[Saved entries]
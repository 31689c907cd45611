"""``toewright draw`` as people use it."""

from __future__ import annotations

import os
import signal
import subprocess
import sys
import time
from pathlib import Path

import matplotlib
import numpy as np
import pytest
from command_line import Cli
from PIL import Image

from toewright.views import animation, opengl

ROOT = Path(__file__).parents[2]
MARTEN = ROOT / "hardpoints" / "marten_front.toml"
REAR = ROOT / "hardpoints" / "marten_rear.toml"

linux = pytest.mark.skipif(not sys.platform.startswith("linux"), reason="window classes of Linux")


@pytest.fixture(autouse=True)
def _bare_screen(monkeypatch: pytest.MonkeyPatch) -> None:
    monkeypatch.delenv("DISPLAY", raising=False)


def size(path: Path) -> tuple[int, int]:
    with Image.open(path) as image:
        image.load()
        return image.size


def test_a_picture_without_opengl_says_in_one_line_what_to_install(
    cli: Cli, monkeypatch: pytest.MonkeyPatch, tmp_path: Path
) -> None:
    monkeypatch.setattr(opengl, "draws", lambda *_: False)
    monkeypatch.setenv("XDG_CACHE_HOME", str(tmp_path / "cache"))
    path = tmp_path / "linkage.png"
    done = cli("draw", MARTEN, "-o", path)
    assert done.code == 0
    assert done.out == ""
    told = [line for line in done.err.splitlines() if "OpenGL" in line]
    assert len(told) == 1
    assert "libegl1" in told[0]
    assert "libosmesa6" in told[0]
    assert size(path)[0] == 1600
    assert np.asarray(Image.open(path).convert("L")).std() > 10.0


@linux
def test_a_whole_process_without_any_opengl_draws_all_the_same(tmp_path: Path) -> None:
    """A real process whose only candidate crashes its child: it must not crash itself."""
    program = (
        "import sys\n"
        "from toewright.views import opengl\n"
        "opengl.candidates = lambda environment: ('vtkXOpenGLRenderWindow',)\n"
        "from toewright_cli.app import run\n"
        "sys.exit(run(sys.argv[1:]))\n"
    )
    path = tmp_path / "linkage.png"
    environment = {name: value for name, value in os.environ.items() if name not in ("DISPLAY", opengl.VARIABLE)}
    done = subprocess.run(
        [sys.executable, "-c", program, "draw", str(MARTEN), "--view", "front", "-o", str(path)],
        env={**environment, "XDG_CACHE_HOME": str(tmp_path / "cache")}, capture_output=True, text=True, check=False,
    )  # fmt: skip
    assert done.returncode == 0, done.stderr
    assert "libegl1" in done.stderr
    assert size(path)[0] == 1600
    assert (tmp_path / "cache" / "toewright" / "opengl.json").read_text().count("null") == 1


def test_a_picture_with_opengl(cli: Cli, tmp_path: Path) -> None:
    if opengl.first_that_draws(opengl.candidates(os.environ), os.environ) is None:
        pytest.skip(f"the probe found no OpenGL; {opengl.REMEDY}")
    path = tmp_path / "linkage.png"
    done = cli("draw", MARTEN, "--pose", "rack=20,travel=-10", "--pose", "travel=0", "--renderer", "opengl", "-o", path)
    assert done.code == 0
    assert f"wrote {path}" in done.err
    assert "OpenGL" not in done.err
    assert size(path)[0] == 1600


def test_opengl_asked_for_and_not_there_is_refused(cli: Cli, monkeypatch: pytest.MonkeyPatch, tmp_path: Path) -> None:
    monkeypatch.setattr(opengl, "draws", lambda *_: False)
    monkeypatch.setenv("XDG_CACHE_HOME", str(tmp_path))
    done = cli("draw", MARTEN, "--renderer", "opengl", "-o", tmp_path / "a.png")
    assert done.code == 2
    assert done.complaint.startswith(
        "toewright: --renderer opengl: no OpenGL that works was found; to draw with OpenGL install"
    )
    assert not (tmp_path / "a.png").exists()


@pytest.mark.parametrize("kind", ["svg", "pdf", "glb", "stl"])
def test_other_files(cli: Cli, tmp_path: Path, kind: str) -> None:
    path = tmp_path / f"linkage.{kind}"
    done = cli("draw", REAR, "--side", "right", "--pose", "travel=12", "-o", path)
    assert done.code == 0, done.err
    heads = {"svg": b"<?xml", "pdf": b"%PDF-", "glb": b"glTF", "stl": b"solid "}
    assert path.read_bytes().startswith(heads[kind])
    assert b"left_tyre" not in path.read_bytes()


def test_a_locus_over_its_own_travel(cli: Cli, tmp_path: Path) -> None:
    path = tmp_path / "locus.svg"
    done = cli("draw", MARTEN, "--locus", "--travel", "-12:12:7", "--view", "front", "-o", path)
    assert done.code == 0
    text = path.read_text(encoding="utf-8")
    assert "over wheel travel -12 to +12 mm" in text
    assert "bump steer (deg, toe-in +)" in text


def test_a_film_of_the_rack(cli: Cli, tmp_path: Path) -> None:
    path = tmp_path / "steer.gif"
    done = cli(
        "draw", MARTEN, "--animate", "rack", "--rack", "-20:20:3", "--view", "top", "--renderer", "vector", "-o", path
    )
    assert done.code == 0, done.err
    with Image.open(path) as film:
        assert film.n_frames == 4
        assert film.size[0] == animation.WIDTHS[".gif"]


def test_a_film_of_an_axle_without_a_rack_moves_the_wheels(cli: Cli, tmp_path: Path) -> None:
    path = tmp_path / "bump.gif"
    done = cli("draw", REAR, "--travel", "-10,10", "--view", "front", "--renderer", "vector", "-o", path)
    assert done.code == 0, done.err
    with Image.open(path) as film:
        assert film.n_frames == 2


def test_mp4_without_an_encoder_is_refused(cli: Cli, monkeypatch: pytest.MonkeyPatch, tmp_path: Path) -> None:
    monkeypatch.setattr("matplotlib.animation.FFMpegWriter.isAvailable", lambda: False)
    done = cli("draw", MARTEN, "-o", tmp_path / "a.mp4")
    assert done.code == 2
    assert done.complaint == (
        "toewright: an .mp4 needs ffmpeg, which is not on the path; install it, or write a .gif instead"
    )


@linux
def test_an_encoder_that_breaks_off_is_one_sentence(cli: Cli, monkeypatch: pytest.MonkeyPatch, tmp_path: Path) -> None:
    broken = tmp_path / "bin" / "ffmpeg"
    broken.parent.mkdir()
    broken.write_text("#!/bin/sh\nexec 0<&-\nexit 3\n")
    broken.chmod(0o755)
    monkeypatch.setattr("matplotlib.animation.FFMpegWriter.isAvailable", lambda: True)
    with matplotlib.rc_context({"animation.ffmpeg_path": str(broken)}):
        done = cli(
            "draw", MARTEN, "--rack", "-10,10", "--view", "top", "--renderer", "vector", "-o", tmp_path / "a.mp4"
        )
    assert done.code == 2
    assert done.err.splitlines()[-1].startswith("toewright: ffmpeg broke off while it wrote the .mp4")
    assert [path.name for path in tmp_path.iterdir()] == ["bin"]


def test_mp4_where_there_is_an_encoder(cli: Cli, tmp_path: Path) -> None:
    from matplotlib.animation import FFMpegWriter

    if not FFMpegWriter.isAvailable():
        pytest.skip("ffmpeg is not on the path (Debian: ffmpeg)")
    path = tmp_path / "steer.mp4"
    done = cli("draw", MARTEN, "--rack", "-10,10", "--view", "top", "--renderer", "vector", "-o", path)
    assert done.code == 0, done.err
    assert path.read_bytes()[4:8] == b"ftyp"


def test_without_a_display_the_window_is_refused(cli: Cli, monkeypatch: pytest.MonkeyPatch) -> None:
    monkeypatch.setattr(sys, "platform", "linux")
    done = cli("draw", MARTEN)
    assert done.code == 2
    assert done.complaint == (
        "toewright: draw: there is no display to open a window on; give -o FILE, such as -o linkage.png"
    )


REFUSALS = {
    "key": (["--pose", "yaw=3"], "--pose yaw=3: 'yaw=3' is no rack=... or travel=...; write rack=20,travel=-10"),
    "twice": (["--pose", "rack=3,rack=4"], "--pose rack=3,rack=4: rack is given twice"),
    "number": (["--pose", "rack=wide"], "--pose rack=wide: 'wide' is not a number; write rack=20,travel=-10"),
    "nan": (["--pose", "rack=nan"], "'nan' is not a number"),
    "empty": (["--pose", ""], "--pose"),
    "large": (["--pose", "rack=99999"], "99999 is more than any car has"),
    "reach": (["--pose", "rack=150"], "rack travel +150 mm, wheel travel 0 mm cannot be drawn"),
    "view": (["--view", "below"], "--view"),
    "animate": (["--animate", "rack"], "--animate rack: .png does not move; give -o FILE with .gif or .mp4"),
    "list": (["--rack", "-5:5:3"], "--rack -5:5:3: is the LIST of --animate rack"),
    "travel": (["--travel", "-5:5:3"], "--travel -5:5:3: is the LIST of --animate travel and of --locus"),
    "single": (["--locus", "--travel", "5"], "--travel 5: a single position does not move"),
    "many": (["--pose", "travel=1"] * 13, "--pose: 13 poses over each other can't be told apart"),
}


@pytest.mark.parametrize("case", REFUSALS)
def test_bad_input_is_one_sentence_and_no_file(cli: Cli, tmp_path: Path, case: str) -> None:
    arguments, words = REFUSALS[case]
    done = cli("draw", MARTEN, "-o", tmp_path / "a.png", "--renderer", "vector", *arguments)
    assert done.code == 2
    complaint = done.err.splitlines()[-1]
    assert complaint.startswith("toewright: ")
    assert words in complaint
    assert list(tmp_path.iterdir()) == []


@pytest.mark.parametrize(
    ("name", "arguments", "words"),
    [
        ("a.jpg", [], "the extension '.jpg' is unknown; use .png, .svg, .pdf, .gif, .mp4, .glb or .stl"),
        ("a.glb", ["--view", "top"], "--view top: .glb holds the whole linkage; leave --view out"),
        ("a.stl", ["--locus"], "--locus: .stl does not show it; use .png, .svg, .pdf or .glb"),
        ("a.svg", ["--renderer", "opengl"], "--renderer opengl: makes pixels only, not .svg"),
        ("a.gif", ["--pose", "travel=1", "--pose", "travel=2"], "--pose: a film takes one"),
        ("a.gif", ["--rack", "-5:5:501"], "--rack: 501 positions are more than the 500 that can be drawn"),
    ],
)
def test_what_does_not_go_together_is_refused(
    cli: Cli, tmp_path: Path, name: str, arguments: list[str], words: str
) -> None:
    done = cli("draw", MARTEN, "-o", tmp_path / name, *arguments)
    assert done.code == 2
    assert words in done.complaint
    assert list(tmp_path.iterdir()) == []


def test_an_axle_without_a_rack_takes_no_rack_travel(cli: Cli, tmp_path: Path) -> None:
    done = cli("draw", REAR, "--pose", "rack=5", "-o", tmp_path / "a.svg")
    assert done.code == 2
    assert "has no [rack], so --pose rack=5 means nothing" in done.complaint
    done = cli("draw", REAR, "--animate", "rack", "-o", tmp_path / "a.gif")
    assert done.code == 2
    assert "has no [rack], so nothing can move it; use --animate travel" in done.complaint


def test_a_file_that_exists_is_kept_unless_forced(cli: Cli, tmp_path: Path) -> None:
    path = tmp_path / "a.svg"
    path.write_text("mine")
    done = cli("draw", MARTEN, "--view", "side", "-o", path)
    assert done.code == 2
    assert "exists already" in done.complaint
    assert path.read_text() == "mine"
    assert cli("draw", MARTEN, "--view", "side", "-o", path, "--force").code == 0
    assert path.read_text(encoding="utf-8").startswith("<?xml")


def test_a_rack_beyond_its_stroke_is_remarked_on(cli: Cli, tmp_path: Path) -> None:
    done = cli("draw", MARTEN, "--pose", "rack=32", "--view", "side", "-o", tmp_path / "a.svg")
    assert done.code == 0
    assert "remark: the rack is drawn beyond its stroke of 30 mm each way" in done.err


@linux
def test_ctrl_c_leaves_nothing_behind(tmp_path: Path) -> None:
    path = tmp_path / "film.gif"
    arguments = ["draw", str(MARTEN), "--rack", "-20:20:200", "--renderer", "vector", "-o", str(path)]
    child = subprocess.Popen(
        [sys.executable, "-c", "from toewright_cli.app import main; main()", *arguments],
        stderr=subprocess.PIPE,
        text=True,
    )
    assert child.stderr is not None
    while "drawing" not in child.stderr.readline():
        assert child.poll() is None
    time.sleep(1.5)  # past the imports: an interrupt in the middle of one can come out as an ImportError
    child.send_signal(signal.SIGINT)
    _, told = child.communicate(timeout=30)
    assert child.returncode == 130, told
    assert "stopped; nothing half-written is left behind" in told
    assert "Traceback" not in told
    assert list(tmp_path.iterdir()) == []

- **Task description**: In the entries above, which lines hold the word "setenv"? Copy them out.

- **Task result**:
    monkeypatch.setenv("XDG_CACHE_HOME", str(tmp_path / "cache"))
    monkeypatch.setenv("XDG_CACHE_HOME", str(tmp_path))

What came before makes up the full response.